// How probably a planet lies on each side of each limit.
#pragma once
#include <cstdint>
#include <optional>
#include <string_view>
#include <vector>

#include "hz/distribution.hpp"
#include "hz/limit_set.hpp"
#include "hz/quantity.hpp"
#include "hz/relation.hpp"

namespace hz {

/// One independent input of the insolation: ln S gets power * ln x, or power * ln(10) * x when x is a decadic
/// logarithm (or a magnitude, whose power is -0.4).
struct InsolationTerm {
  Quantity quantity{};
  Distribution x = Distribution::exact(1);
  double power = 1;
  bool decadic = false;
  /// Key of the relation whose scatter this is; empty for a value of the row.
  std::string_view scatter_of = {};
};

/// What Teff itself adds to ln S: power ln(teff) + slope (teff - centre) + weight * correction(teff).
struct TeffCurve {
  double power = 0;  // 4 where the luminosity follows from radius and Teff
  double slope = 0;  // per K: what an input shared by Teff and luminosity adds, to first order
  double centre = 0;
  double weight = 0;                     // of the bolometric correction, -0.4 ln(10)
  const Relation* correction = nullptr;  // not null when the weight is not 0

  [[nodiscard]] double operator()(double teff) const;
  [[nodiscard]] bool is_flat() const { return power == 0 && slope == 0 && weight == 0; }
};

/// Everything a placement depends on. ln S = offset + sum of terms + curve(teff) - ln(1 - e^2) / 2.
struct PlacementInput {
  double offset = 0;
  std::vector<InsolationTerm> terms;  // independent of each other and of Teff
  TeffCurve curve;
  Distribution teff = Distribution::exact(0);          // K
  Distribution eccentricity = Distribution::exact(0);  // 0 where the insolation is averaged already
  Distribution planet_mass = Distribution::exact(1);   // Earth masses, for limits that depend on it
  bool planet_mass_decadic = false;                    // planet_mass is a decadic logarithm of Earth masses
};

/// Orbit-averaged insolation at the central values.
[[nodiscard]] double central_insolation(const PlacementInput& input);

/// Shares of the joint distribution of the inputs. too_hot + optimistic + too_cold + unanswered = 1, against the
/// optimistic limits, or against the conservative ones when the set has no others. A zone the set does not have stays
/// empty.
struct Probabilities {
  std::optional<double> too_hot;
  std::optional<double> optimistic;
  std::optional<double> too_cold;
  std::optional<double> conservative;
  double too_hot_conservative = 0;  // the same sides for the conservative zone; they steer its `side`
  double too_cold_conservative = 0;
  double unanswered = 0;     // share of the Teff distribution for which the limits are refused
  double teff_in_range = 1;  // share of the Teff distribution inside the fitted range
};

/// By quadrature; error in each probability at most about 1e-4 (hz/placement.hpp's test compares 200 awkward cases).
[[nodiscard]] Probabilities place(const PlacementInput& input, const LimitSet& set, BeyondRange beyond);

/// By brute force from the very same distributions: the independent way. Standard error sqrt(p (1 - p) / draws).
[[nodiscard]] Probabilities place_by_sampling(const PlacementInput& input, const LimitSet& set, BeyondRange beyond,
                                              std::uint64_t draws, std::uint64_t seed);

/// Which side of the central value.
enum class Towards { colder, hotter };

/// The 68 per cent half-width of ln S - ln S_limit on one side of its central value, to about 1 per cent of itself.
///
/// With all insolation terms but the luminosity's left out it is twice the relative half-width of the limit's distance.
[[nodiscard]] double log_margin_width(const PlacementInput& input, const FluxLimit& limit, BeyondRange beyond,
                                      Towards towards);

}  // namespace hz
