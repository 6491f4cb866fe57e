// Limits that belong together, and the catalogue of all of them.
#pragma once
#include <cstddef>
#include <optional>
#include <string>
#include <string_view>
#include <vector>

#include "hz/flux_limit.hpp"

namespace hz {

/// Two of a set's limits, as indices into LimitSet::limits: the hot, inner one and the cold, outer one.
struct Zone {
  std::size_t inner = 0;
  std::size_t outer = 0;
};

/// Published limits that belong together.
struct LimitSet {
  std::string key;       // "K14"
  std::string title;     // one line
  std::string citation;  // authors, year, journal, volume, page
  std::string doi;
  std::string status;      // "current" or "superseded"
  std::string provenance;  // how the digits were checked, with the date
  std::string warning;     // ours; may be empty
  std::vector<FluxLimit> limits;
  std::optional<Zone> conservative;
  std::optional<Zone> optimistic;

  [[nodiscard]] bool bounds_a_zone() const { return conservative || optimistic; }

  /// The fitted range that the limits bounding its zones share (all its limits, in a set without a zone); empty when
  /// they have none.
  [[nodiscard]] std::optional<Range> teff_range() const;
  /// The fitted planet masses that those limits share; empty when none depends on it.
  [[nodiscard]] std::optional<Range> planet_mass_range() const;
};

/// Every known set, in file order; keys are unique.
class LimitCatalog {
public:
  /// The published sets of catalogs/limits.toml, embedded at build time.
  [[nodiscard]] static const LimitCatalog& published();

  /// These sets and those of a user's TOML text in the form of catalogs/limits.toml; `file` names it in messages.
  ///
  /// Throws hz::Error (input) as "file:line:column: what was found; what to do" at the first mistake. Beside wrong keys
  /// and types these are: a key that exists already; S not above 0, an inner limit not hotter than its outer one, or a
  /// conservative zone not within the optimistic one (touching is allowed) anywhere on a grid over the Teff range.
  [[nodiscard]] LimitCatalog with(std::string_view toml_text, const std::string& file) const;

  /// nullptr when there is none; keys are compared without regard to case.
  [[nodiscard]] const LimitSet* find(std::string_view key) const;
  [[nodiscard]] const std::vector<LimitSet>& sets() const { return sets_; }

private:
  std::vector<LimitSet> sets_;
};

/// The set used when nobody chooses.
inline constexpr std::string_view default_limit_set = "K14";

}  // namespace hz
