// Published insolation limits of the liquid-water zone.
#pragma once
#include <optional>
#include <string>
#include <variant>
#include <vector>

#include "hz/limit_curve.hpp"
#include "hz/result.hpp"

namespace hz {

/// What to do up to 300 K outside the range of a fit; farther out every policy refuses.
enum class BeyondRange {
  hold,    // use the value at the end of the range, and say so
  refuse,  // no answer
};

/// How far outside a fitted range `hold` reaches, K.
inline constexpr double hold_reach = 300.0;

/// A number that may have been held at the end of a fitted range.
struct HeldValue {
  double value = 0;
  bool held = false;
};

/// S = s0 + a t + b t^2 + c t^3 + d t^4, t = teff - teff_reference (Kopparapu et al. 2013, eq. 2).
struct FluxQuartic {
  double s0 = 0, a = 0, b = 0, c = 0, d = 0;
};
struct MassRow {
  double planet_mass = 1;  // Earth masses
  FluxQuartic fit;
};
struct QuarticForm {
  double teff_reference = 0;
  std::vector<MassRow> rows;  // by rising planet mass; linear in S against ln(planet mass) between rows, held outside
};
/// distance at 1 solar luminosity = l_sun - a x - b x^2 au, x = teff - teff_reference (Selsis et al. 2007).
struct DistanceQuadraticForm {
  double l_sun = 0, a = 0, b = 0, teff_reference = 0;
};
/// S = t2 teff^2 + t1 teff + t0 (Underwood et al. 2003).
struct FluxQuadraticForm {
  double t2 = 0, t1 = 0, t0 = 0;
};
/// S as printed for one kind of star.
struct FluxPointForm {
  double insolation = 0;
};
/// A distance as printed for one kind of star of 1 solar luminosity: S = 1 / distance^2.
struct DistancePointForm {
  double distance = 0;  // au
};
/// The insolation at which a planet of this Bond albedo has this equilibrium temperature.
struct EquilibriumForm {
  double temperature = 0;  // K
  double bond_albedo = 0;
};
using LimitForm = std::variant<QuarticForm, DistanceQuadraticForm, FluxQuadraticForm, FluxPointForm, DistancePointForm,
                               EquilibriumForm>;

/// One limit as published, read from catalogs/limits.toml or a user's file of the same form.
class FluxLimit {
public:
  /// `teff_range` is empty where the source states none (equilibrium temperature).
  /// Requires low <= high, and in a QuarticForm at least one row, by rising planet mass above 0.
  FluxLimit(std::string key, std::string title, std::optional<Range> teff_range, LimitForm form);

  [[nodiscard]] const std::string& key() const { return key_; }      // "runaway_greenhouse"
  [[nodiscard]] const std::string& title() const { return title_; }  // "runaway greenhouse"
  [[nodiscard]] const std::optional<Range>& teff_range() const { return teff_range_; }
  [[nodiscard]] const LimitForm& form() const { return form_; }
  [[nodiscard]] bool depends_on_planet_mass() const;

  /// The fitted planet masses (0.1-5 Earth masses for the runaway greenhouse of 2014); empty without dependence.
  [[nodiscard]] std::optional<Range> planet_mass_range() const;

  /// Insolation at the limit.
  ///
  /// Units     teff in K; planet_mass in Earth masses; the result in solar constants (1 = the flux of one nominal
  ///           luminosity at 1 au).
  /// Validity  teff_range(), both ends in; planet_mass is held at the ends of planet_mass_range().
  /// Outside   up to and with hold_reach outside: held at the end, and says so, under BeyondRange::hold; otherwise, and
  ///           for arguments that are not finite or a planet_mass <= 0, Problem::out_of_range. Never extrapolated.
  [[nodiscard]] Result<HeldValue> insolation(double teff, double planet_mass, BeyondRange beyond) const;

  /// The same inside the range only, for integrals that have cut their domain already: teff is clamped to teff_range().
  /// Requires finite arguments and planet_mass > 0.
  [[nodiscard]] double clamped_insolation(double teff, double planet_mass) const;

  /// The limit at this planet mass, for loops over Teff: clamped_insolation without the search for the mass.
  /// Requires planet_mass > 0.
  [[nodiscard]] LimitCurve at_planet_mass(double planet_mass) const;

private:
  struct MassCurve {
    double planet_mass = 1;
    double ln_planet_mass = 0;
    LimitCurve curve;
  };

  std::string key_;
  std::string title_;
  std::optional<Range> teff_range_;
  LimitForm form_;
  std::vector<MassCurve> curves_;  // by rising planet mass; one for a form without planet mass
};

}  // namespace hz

-------

### Aim of the exercise
Write out precisely the lines from the one holding "[[nodiscard]] double clamped_insolation(double" through the end of the material, including both of those ends.

### Output of the exercise
  [[nodiscard]] double clamped_insolation(double teff, double planet_mass) const;

  /// The limit at this planet mass, for loops over Teff: clamped_insolation without the search for the mass.
  /// Requires planet_mass > 0.
  [[nodiscard]] LimitCurve at_planet_mass(double planet_mass) const;

private:
  struct MassCurve {
    double planet_mass = 1;
    double ln_planet_mass = 0;
    LimitCurve curve;
  };

  std::string key_;
  std::string title_;
  std::optional<Range> teff_range_;
  LimitForm form_;
  std::vector<MassCurve> curves_;  // by rising planet mass; one for a form without planet mass
};

}  // namespace hz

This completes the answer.